Alors, qu’est-ce que la TCC ? La meilleure façon d’expliquer cela est de dire que la TCC est l’antidote au problème que j’ai décrit précédemment. La TCC aide à établir un rythme de sommeil biologique – la bonne quantité de sommeil pour vous et au bon moment. Les éléments comportementaux de la TCC vous aident à établir un nouveau rythme de sommeil sain, à découvrir la quantité de sommeil dont vous avez besoin et à compter sur l’apparition du sommeil même lorsque vous essayez de rester éveillé. Un peu comme le bon dormeur, en fait. Le lit devient reconnecté à un sommeil réussi.
Le C de la TCC fait référence au cognitif ; c’est l’état d’esprit.
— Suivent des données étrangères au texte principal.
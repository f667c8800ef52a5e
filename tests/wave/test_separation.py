"""Two waves told apart by stations: exact fields, the recursion in time, noise, what is lost, refusals."""

from __future__ import annotations

import dataclasses

import numpy as np
import pytest

from shpb.errors import InputError
from shpb.quantity import Quantity
from shpb.rig.bar import Bar
from shpb.rig.propagation_table import PropagationTable
from shpb.settings import Dispersion
from shpb.wave.laplace import LaplaceGrid, laplace_grid, propagation_at
from shpb.wave.pochhammer import complex_wavenumber, first_mode_at_frequency
from shpb.wave.separation import Separated, separate, steady_gain
from shpb.wave.stations import least_squares_operator
from tests.synthetic import smooth_pulse, steel_bar

DT, SAMPLES, STOP_HZ = 1e-6, 2000, 100e3
TWO, THREE = (-1.5, -0.7), (-1.5, -1.13, -0.7)
PLACE = -1.5


def grid_of(samples: int = SAMPLES) -> LaplaceGrid:
    return laplace_grid(samples, DT, STOP_HZ)


def polymer_bar() -> Bar:
    """Standard linear solid, E*(w) = E0 + E1 i w tau/(1 + i w tau): closed form, causal; as its table has it."""
    modulus, branch, tau, density = 3.2e9, 0.9e9, 8e-6, 1190.0
    frequency = np.linspace(500.0, 180e3, 150)
    omega = 2 * np.pi * frequency
    xi = 1j * omega / np.sqrt((modulus + branch * 1j * omega * tau / (1 + 1j * omega * tau)) / density)
    columns = (
        frequency,
        xi.real,
        omega / xi.imag,
        0.01 * xi.real,
        0.001 * omega / xi.imag,
        np.ones(frequency.size),
    )
    names = (
        "frequency_hz", "attenuation_per_m", "phase_speed_m_s", "u_attenuation_per_m", "u_phase_speed_m_s", "coherence",
    )  # fmt: skip
    table = PropagationTable(
        **{n: tuple(map(float, column)) for n, column in zip(names, columns, strict=True)}
    )
    speed = float(np.sqrt(modulus / density))
    return steel_bar(
        material="polymer", density_kg_m3=Quantity(density), wave_speed_m_s=Quantity(speed), propagation=table
    )


def exact_xi(p: np.ndarray) -> np.ndarray:
    """The standard linear solid of :func:`polymer_bar` at complex frequencies, no table between."""
    modulus, branch, tau, density = 3.2e9, 0.9e9, 8e-6, 1190.0
    return p / np.sqrt((modulus + branch * p * tau / (1 + p * tau)) / density)


def waves_at_place(time: np.ndarray) -> tuple[np.ndarray, np.ndarray]:
    """A pulse of 560 us, and its reflection before it has passed; both run on beyond the end of the record."""
    right = smooth_pulse(time - 2e-4, 1e-3, 5.6e-4, 3e-5) - smooth_pulse(time - 1.2e-3, 4e-4, 2e-3, 3e-5)
    return right, -smooth_pulse(time - 6e-4, 7e-4, 1.8e-3, 3e-5)


def field(
    places: tuple[float, ...], xi: np.ndarray, grid: LaplaceGrid
) -> tuple[np.ndarray, np.ndarray, np.ndarray]:
    """Strain at the stations of waves that are known at ``PLACE``; and the two, as far as the band carries them."""
    right, left = (grid.transform(wave) * grid.fade for wave in waves_at_place(DT * np.arange(grid.samples)))
    away = [x - PLACE for x in places]
    strains = np.stack([grid.back(right * np.exp(-xi * d) + left * np.exp(xi * d)) for d in away])
    return strains, grid.back(right), grid.back(left)


def separated_of(
    places: tuple[float, ...], bar: Bar, dispersion: Dispersion, xi_long: np.ndarray | None = None
) -> tuple[Separated, np.ndarray, np.ndarray]:
    """Cut the first 2 ms out of a field of 6 ms: nothing is at rest at the end of the record."""
    long, grid = grid_of(3 * SAMPLES), grid_of()
    xi = propagation_at(bar, long.p_per_s, dispersion) if xi_long is None else xi_long
    strains, right, left = field(places, xi, long)
    found = separate(
        strains[:, :SAMPLES], places, propagation_at(bar, grid.p_per_s, dispersion), np.full(len(places), 1e-6),
        grid, place_m=PLACE,
    )  # fmt: skip
    return found, right[:SAMPLES], left[:SAMPLES]


@pytest.mark.parametrize("dispersion", [Dispersion.NONE, Dispersion.PHASE])
def test_two_stations_give_both_waves_to_the_end_of_the_record(dispersion: Dispersion) -> None:
    found, right, left = separated_of(TWO, steel_bar(), dispersion)
    whole = slice(0, found.whole)
    # What wraps round is 1e-6 of the signal; the cut end rings within the last 100 us alone.
    assert SAMPLES - 102 <= found.whole <= SAMPLES - 100
    np.testing.assert_allclose(found.right[whole], right[whole], atol=2e-7)
    np.testing.assert_allclose(found.left[whole], left[whole], atol=2e-7)
    # They do lie on each other.
    assert (np.abs(right) > 3e-4).astype(int)[600:740].all()
    assert (np.abs(left) > 3e-4).astype(int)[640:740].all()


@pytest.mark.parametrize("dispersion", [Dispersion.NONE, Dispersion.PHASE])
@pytest.mark.parametrize("places", [THREE, (-1.5, -0.7, -0.3), (-0.7, -1.5, -0.4)])
def test_three_stations_give_both_waves(places: tuple[float, ...], dispersion: Dispersion) -> None:
    found, right, left = separated_of(places, steel_bar(), dispersion)
    # Weights by frequency look ahead, so the cut end is felt a little: 0.2 % of the peak at most, 0.1 % 400 us before.
    for wave, truth in ((found.right, right), (found.left, left)):
        np.testing.assert_allclose(wave[: found.whole], truth[: found.whole], atol=2.5e-6)
        np.testing.assert_allclose(wave[:1600], truth[:1600], atol=1e-6)
    assert SAMPLES - 345 < found.whole < SAMPLES - 250


@pytest.mark.parametrize("places", [(-0.6, -0.3), (-0.6, -0.47, -0.2)])
def test_bar_that_is_not_elastic(places: tuple[float, ...]) -> None:
    # Truth by the closed form of the standard linear solid; the bar knows its table alone.
    bar, long = polymer_bar(), grid_of(3 * SAMPLES)
    xi = exact_xi(long.p_per_s)
    right, left = (long.transform(wave) * long.fade for wave in waves_at_place(DT * np.arange(long.samples)))
    strains = np.stack(
        [
            long.back(right * np.exp(-xi * (x - places[0])) + left * np.exp(xi * (x - places[0])))
            for x in places
        ]
    )
    grid = grid_of()
    found = separate(
        strains[:, :SAMPLES], places, propagation_at(bar, grid.p_per_s, Dispersion.PHASE),
        np.full(len(places), 1e-6), grid, place_m=places[0],
    )  # fmt: skip
    for wave, truth in ((found.right, long.back(right)), (found.left, long.back(left))):
        np.testing.assert_allclose(wave[: found.whole], truth[: found.whole], atol=3e-6)
    # Without the attenuation of the bar the same strains give something else.
    elastic = propagation_at(dataclasses.replace(bar, propagation=None), grid.p_per_s, Dispersion.NONE)
    wrong = separate(
        strains[:, :SAMPLES], places, elastic, np.full(len(places), 1e-6), grid, place_m=places[0]
    )
    assert np.abs(wrong.left - long.back(left)[:SAMPLES])[: found.whole].max() > 3e-5


def test_recursion_in_time_without_dispersion() -> None:
    # B. Lundberg, A. Henchoz, Exp. Mech. 17 (1977) 213-218 (from memory): with tau = dx/c a whole number of samples,
    # p_A(t) = e_A(t) - e_B(t - tau) + p_A(t - 2 tau), from rest.
    grid, bar, tau = grid_of(), steel_bar(), 160  # 0.8 m at 5000 m/s, 1 us
    strains, _, _ = field(TWO, propagation_at(bar, grid.p_per_s, Dispersion.NONE), grid)
    p = np.zeros(SAMPLES)
    for n in range(SAMPLES):
        p[n] = strains[0, n]
        p[n] -= strains[1, n - tau] if n >= tau else 0.0
        p[n] += p[n - 2 * tau] if n >= 2 * tau else 0.0
    found = separate(
        strains, TWO, propagation_at(bar, grid.p_per_s, Dispersion.NONE), (1.0, 1.0), grid, place_m=PLACE
    )
    np.testing.assert_allclose(found.right[:1900], p[:1900], atol=1e-6)
    np.testing.assert_allclose(found.left[:1900], (strains[0] - p)[:1900], atol=1e-6)


def test_two_station_operator_is_the_published_formula() -> None:
    # H. Zhao, G. Gary, J. Mech. Phys. Solids 45 (1997) 1185-1202 (from memory): P and N at x = 0.
    grid = grid_of()
    xi = propagation_at(steel_bar(), grid.p_per_s, Dispersion.PHASE)
    found = least_squares_operator(TWO, xi, (1.0, 3.0), grid)
    a, b = TWO
    below = 2 * np.sinh(xi * (b - a))
    np.testing.assert_allclose(found.right, np.stack((np.exp(xi * b), -np.exp(xi * a))) / below, rtol=1e-9)
    np.testing.assert_allclose(found.left, np.stack((-np.exp(-xi * b), np.exp(-xi * a))) / below, rtol=1e-9)


def test_frequencies_that_no_spacing_tells_apart() -> None:
    # f = n c/(2 dx): 3125 Hz for 0.8 m; spacings 0.8, 0.4, 1.2 m share those of 0.4 m; 0.37, 0.43, 0.80 m share none.
    grid = grid_of()
    xi = propagation_at(steel_bar(), grid.p_per_s, Dispersion.NONE)
    noise = np.ones(3)

    def lost(places: tuple[float, ...]) -> tuple[float, ...]:
        zeros = np.zeros((len(places), SAMPLES))
        return separate(zeros, places, xi, noise[: len(places)], grid).singular_hz

    np.testing.assert_allclose(lost(TWO)[:4], [0.0, 3125.0, 6250.0, 9375.0], atol=40)
    np.testing.assert_allclose(lost((-1.5, -0.7, -0.3))[:3], [0.0, 6250.0, 12500.0], atol=40)
    near = lost(THREE)
    assert near[0] == 0.0
    assert len(near) <= 3  # by chance 13 x 0.37 and 15 x 0.43 waves nearly agree
    assert not [f for f in near[1:] if f < 30e3]
    frequency, gain = steady_gain(THREE, xi, noise, grid)
    assert gain[(frequency > 2e3) & (frequency < 30e3)].max() < 5
    assert steady_gain(TWO, xi, noise[:2], grid)[1].max() > 100


@pytest.mark.parametrize("places", [TWO, THREE])
def test_noise_gain_is_what_noise_does(places: tuple[float, ...]) -> None:
    grid, random = grid_of(), np.random.default_rng(3)
    xi = propagation_at(steel_bar(), grid.p_per_s, Dispersion.PHASE)
    levels = np.array([1e-6, 2e-6, 1.5e-6])[: len(places)]
    found = [
        separate(
            levels[:, None] * random.standard_normal((len(places), SAMPLES)),
            places,
            xi,
            levels,
            grid,
            place_m=PLACE,
        )
        for _ in range(40)
    ]
    usual = np.sqrt(np.mean(levels**2))
    for side in ("right", "left"):
        rows = np.stack([getattr(one, side) for one in found])
        gain = getattr(found[0].gain.by_time, side)
        # 40 runs, 200 samples that hold some 40 independent ones each: 2 % standard error; the end is left out.
        for start in (300, 900, 1300):
            part = slice(start, start + 200)
            assert np.sqrt(np.mean(rows[:, part] ** 2)) == pytest.approx(usual * gain[part].mean(), rel=0.08)
    # A third station helps, and noise grows with time.
    assert found[0].gain.by_time.right[1900] > found[0].gain.by_time.right[200]


def test_growth_of_noise_and_of_an_offset() -> None:
    # p_A sums e_A at t, t - 2 tau, ... and -e_B between: noise as the root of the number of terms, an offset of A's
    # zero as the number of A's terms, 1 + floor(t/(2 tau)); B's with the other sign from tau on.
    grid = grid_of()
    xi = propagation_at(steel_bar(), grid.p_per_s, Dispersion.NONE)
    strains = np.zeros((2, SAMPLES))
    strains[0] = 1e-6
    found = separate(strains, TWO, xi, (1.0, 1.0), grid, place_m=PLACE)
    for time, terms in ((100, 1), (240, 1), (500, 2), (800, 3), (1440, 5)):
        assert found.right[time] == pytest.approx(terms * 1e-6, rel=0.01)
    strains[0], strains[1] = 0.0, 1e-6
    found = separate(strains, TWO, xi, (1.0, 1.0), grid, place_m=PLACE)
    for time, terms in ((80, 0), (300, 1), (640, 2), (1280, 4)):
        assert found.right[time] == pytest.approx(-terms * 1e-6, rel=0.01, abs=1e-8)
    gain = found.gain.by_time.right
    assert gain[1520] / gain[100] == pytest.approx(np.sqrt(10), rel=0.02)


def test_contributions_add_to_the_waves_and_scale_with_their_station() -> None:
    grid = grid_of()
    xi = propagation_at(steel_bar(), grid.p_per_s, Dispersion.PHASE)
    strains, _, _ = field(THREE, xi, grid)
    plain = separate(strains, THREE, xi, (1.0, 1.0, 2.0), grid, place_m=PLACE)
    np.testing.assert_allclose(plain.contributions.left.sum(axis=0), plain.left, atol=1e-12)
    more = strains.copy()
    more[1] *= 1.01
    changed = separate(more, THREE, xi, (1.0, 1.0, 2.0), grid, place_m=PLACE)
    np.testing.assert_allclose(changed.right - plain.right, 0.01 * plain.contributions.right[1], atol=1e-12)


def test_first_mode_at_complex_frequencies_solves_the_equation() -> None:
    # D. Bancroft, Phys. Rev. 59 (1941) 588-593, with Bessel functions of complex argument by scipy.
    from scipy.special import jv

    nu = 0.29
    omega = np.linspace(0.05, 2.6, 60) - 0.02j
    k = complex_wavenumber(omega, nu)
    h = np.sqrt(omega**2 * (1 + nu) * (1 - 2 * nu) / (1 - nu) - k**2 + 0j)
    q = np.sqrt(omega**2 * 2 * (1 + nu) - k**2 + 0j)
    parts = (
        2 * h * (q**2 + k**2) * jv(1, h) * jv(1, q),
        -((q**2 - k**2) ** 2) * jv(0, h) * jv(1, q),
        -4 * k**2 * h * q * jv(1, h) * jv(0, q),
    )
    assert (np.abs(sum(parts)) / sum(np.abs(part) for part in parts)).max() < 1e-10
    # The first mode and no other: k falls by the imaginary part over the group speed.
    mode = first_mode_at_frequency(omega.real / (2 * np.pi), nu)
    # The next term is 0.02^2/2 times the slope of 1/c_g, at most 4 here.
    np.testing.assert_allclose(k, mode.wavenumber_ka - 0.02j / mode.group_speed, atol=8e-4)
    # At rest, and on the real axis.
    assert complex_wavenumber(np.array([0.0 - 0.01j]), nu)[0] == pytest.approx(-0.01j, rel=1e-5)
    np.testing.assert_allclose(complex_wavenumber(omega.real + 0j, nu), mode.wavenumber_ka, rtol=1e-12)


@pytest.mark.parametrize(
    ("places", "rows", "noise", "said"),
    [
        ((-1.5,), 1, (1.0,), "strain of 1 station"),
        ((-1.5, -1.5), 2, (1.0, 1.0), "two stations stand at one place"),
        ((-1.5, -0.7), 3, (1.0, 1.0), "strains of shape"),
        ((-1.5, -0.7), 2, (1.0, 0.0), "no positive number"),
    ],
)
def test_refusals(places: tuple[float, ...], rows: int, noise: tuple[float, ...], said: str) -> None:
    grid = grid_of()
    xi = propagation_at(steel_bar(), grid.p_per_s, Dispersion.NONE)
    with pytest.raises(InputError, match=said):
        separate(np.zeros((rows, SAMPLES)), places, xi, noise, grid)


def test_refuses_what_is_not_finite_and_another_clock() -> None:
    grid = grid_of()
    xi = propagation_at(steel_bar(), grid.p_per_s, Dispersion.NONE)
    strains = np.zeros((2, SAMPLES))
    with pytest.raises(InputError, match="a record of 2000"):
        separate(strains[:, :-1], TWO, xi, (1.0, 1.0), grid)
    strains[1, 5] = np.nan
    with pytest.raises(InputError, match="not finite"):
        separate(strains, TWO, xi, (1.0, 1.0), grid)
Ces parties de la TCC vous aident à vous débarrasser de l’esprit qui s’emballe et qui est l’ennemi du sommeil ; vous aident à cesser d’essayer de dormir comme s’il s’agissait d’une performance ; vous aident à mettre la journée au repos bien avant d’aller au lit ; et vous aident à utiliser la relaxation et l’imagerie pour vous distraire d’une concentration malsaine sur le sommeil lui-même.
Comme vous pouvez le voir, la TCC n’est pas une thérapie unique mais un ensemble de thérapies ; et trouver les bons éléments de la TCC qui fonctionnent le mieux pour vous fait partie de la thérapie. Il est important de souligner que la TCC n’est pas seulement un ensemble de “conseils pour dormir”. Si quelqu’un souffrait d’un état dépressif, nous ne lui dirions pas “voici quelques conseils pour vous aider à être plus positif”. Nous prendrions la dépression au sérieux et proposerions un traitement fondé sur des preuves. Les personnes souffrant d’insomnie ne méritent pas moins.
Colin Espie est professeur de médecine du sommeil à l’Université d’Oxford. Il est l’un des plus grands experts mondiaux de l’insomnie et le médecin en chef de Big Health, la société qui a créé le programme numérique (web/ mobile) de TCC sleepio.com/nhs
Bouton Snooze : TCC numérique approuvée par le NHS
Sleepio.com/nhs Il s’agit d’un outil en ligne conçu pour aider à améliorer le sommeil des adultes par une approche de thérapie cognitivo-comportementale. Il a été évalué par le National Institute for Health and Care Excellence et approuvé par le NHS. Les utilisateurs passent un test simple, et Sleepio leur suggère ensuite des techniques qui peuvent les aider. Un programme complet basé sur la TCC est disponible pour les dormeurs les plus pauvres, adapté aux besoins de chaque individu. Actuellement, il n’est disponible que dans le cadre d’un projet pilote dans le sud-est de l’Angleterre.